Fat and Overweight Family Dysfunction
Do friends influence the way we eat, or did we learn our good or bad eating habits from the dinner table during childhood? Experts disagree on which influence has the most pull, but in the meantime, the differing arguments have well researched reasoning. However, we can learn from the concept that weight loss or gain happens in numbers. How can we leverage this knowledge to ensure that we build healthy lifestyles within optimal weight limits?
Whether learned behavior from friends or family, eating habits are highly contagious. According to research from Harvard University and the University of California, “obesity may be passed like a virus from person to person via social networks, based on their analysis of research on more than 12,000 participants who were followed for 32 years.”
Opposing arguments say that weight is a product of family conditioning. Other researchers “developed their own mathematical model using adult and adolescent sibling data in an effort to better understand the role of genetic predisposition and habits formed during childhood on adult body weight.”
Whichever side of the argument you agree – or disagree – with, there is no denying that people today suffer from weight struggles.
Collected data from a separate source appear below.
package lot

import (
	_ "embed"
	"encoding/csv"
	"fmt"
	"math"
	"strconv"
	"strings"
	"sync"
)

//go:embed dixon.csv
var dixonCSV string

// dixonKey names one critical value.
type dixonKey struct {
	ratio string
	n     int
	alpha float64
}

// dixonTable holds the critical values of Dixon's ratios, one-sided.
var dixonTable = sync.OnceValue(func() map[dixonKey]float64 {
	table, err := readDixon(dixonCSV)
	if err != nil {
		panic("lot: embedded dixon.csv: " + err.Error())
	}
	return table
})

func readDixon(text string) (map[dixonKey]float64, error) {
	rows, err := csv.NewReader(strings.NewReader(text)).ReadAll()
	if err != nil {
		return nil, err
	}
	out := map[dixonKey]float64{}
	for _, row := range rows[1:] {
		n, err1 := strconv.Atoi(row[1])
		alpha, err2 := strconv.ParseFloat(row[2], 64)
		critical, err3 := strconv.ParseFloat(row[3], 64)
		if err1 != nil || err2 != nil || err3 != nil {
			return nil, fmt.Errorf("%v is no row of it", row)
		}
		out[dixonKey{row[0], n, alpha}] = critical
	}
	return out, nil
}

// mostDixon is the largest number of parts that Dixon's ratios are tabled for.
const mostDixon = 30

// dixonRatio returns Dixon's ratio for n parts: how many suspects are left out at the near and at the far end.
func dixonRatio(n int) (name string, near, far int) {
	switch {
	case n <= 7:
		return "r10", 1, 0
	case n <= 10:
		return "r11", 1, 1
	case n <= 13:
		return "r21", 2, 1
	}
	return "r22", 2, 2
}

// DixonCritical returns the critical value of one of Dixon's ratios (r10, r11, r12, r20, r21, r22) for n parts at a one-sided level alpha,
// from the table (Dixon 1951, Rorabacher 1991); it reports false for what is not tabled. Alphas are 0.1, 0.05, 0.02, 0.01 and 0.005.
func DixonCritical(ratio string, n int, alpha float64) (float64, bool) {
	c, ok := dixonTable()[dixonKey{ratio, n, alpha}]
	return c, ok
}

// Dixon returns Dixon's ratio of the more suspect end for 3 to 30 parts: r10 to 7 parts, r11 to 10, r21 to 13 and r22 above, which looks
// past one or two suspects beside it. high tells the end. The ratio is NaN for other numbers of parts, 0 where all stand equal.
func (r *Readings) Dixon() (ratio string, value float64, high bool) {
	n := len(r.sorted)
	if n < 3 || n > mostDixon {
		return "", math.NaN(), false
	}
	name, near, far := dixonRatio(n)
	up := over(r.sorted[n-1]-r.sorted[n-1-near], r.sorted[n-1]-r.sorted[far])
	down := over(r.sorted[near]-r.sorted[0], r.sorted[n-1-far]-r.sorted[0])
	if up >= down {
		return name, up, true
	}
	return name, down, false
}

func over(gap, width float64) float64 {
	if width == 0 {
		return 0
	}
	return gap / width
}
The irony is, very few people actually think they are fat. But the truth is that 2/3 of us are. Have you ever wondered why this is? If you come from a fat family, you will have a different view of what is fat and what is not. In certain communities where 80% of the population is overweight, the smaller people are considered thin in that culture but would be seen as obese outside that culture.
It seems that the old adage “love is blind” is actually preventing healthy living here.
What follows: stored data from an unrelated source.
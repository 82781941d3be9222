package lot

import (
	"encoding/binary"
	"fmt"
	"math"
	"slices"
)

// leastCopied is the fewest equal readings in a row, or readings of a stretch found again, that are worth a word.
const leastCopied = 3

// copies finds equal readings in a row and stretches that come again, beyond what the resolution explains.
func (r *Readings) copies() []Suspicion {
	keys := make([]int, len(r.inOrder))
	for i, x := range r.inOrder {
		keys[i], _ = slices.BinarySearch(r.sorted, x)
	}
	return copied(keys, func(parts []int) string {
		return fmt.Sprintf("%d parts in a row read %s", len(parts), r.print(r.inOrder[parts[0]]))
	})
}

// CopiedRows finds the same in rows of several characteristics a part: rows that are equal throughout stand for one reading. A part that
// lacks a reading has NaN there.
func CopiedRows(rows [][]float64) []Suspicion {
	number := map[string]int{}
	keys := make([]int, len(rows))
	for i, row := range rows {
		b := make([]byte, 0, 8*len(row))
		for _, x := range row {
			if math.IsNaN(x) {
				x = math.NaN() // one pattern for all
			}
			b = binary.BigEndian.AppendUint64(b, math.Float64bits(x+0)) // −0 is 0
		}
		k, known := number[string(b)]
		if !known {
			k = len(number)
			number[string(b)] = k
		}
		keys[i] = k
	}
	return copied(keys, func(parts []int) string {
		return fmt.Sprintf("%d parts in a row have the same readings throughout", len(parts))
	})
}

// copied looks through a sequence of symbols. Of a stretch of equal ones the chance is that of any in a random order of the same readings,
// and so the coarse digit that makes many equal explains itself; of a stretch found again it is the number of pairs of places times the chance
// that so many pairs of readings agree.
func copied(keys []int, run func(parts []int) string) []Suspicion {
	n := len(keys)
	count := map[int]int{}
	for _, k := range keys {
		count[k]++
	}
	var out []Suspicion
	for start := 0; start < n; {
		end := start
		for end < n && keys[end] == keys[start] {
			end++
		}
		if length := end - start; length >= leastCopied {
			if chance := runChance(count, n, length); chance <= FalseAlarm {
				parts := between(start, end)
				out = append(out, Suspicion{
					Kind: Copied, Parts: parts, Chance: chance, Test: "expected number of such runs in random order",
					Why: fmt.Sprintf("%s; readings as coarse as these do so by chance in %s of bags. Copied, or the meter held its value: measure them again",
						run(parts), percent(chance)),
				})
			}
		}
		start = end
	}
	return append(out, repeated(keys, count)...)
}

func between(start, end int) []int {
	parts := make([]int, 0, end-start)
	for i := start; i < end; i++ {
		parts = append(parts, i)
	}
	return parts
}

// runChance returns the expected number of places at which so many readings in a row are equal when the readings stand in random order, and
// so at least the chance of one: (n−r+1)·Σ c(c−1)…(c−r+1)/(n(n−1)…(n−r+1)) over the different readings with their counts c.
func runChance(count map[int]int, n, r int) float64 {
	sum := 0.0
	for _, c := range count {
		if c < r {
			continue
		}
		p := 1.0
		for j := range r {
			p *= float64(c-j) / float64(n-j)
		}
		sum += p
	}
	return math.Min(1, sum*float64(n-r+1))
}

// repeated finds stretches of readings that come again later, long enough not to by chance.
func repeated(keys []int, count map[int]int) []Suspicion {
	n := len(keys)
	agree := 0.0 // chance that two readings are equal
	for _, c := range count {
		agree += float64(c) / float64(n) * float64(c) / float64(n)
	}
	pairs := float64(n) * float64(n) / 2
	length := leastCopied
	if agree < 1 {
		length = max(length, int(math.Ceil(math.Log(FalseAlarm/pairs)/math.Log(agree))))
	}
	if agree >= 1 || 2*length > n {
		return nil
	}
	first := map[uint64]int{}
	var out []Suspicion
	hash := newRolling(keys, length)
	for i := 0; i+length <= n; i++ {
		h := hash.next()
		from, seen := first[h]
		if !seen {
			first[h] = i
			continue
		}
		if from+length > i || !slices.Equal(keys[from:from+length], keys[i:i+length]) || constant(keys[i:i+length]) {
			continue
		}
		end := i + length
		for end < n && from+end-i < i && keys[end] == keys[from+end-i] {
			end++
		}
		chance := math.Min(1, pairs*math.Pow(agree, float64(end-i)))
		out = append(out, Suspicion{
			Kind: Copied, Parts: between(i, end), Chance: chance, Test: "expected number of such repeats among random readings",
			// Places are not what is written on the bag, so the text names none.
			Why: fmt.Sprintf("these %d parts read one by one what the parts %d places before did; by chance in %s of bags. Copied: measure them again",
				end-i, i-from, percent(chance)),
		})
		for ; i+1 < end && i+1+length <= n; i++ { // what was named needs no second word
			hash.next()
		}
	}
	return out
}

func constant(keys []int) bool {
	for _, k := range keys {
		if k != keys[0] {
			return false
		}
	}
	return true
}

// rolling hashes every window of one length in turn.
type rolling struct {
	keys   []int
	length int
	at     int
	hash   uint64
	power  uint64 // base^length
}

const rollingBase = 0x9E3779B97F4A7C15

func newRolling(keys []int, length int) *rolling {
	h := &rolling{keys: keys, length: length, at: -1, power: 1}
	for i := range length {
		h.hash = h.hash*rollingBase + uint64(keys[i]) + 1
		h.power *= rollingBase
	}
	return h
}

// next returns the hash of the next window.
func (h *rolling) next() uint64 {
	h.at++
	if h.at > 0 {
		h.hash = h.hash*rollingBase + uint64(h.keys[h.at+h.length-1]) + 1 - h.power*(uint64(h.keys[h.at-1])+1)
	}
	return h.hash
}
This is a sticky subject since we shy away from saying anything negative about family members. When is the last time that a kid said, “Mom, you are fat.” Consider another awkward situation in which Dad would be bold enough to say something to his daughter about her weight. How many men have gotten in trouble by answering honestly when their wife asked them, “Honey, do I look fat in this dress?”
So, how do we fix this serious health problem? Given that what we learn when we are young is ideal weight, we need to give more strategies to parents to talk to their kids about health and wellness via discussing weight. Communicating openly about proper portions sizes is important in our society of gorging and over eating. Discussions about healthy snacking will allow kids to think carefully about reaching for the fruit snack packages infused with sugar, instead of eating real live fruit.
But even more so, we need to educate parents about their own health habits so that the attitude of wellness is passed to the kids. As these kids grow up with healthy eating habits, they will be able to better recognize poor eating habits and avoid them – or possibly even the friends who engage in them.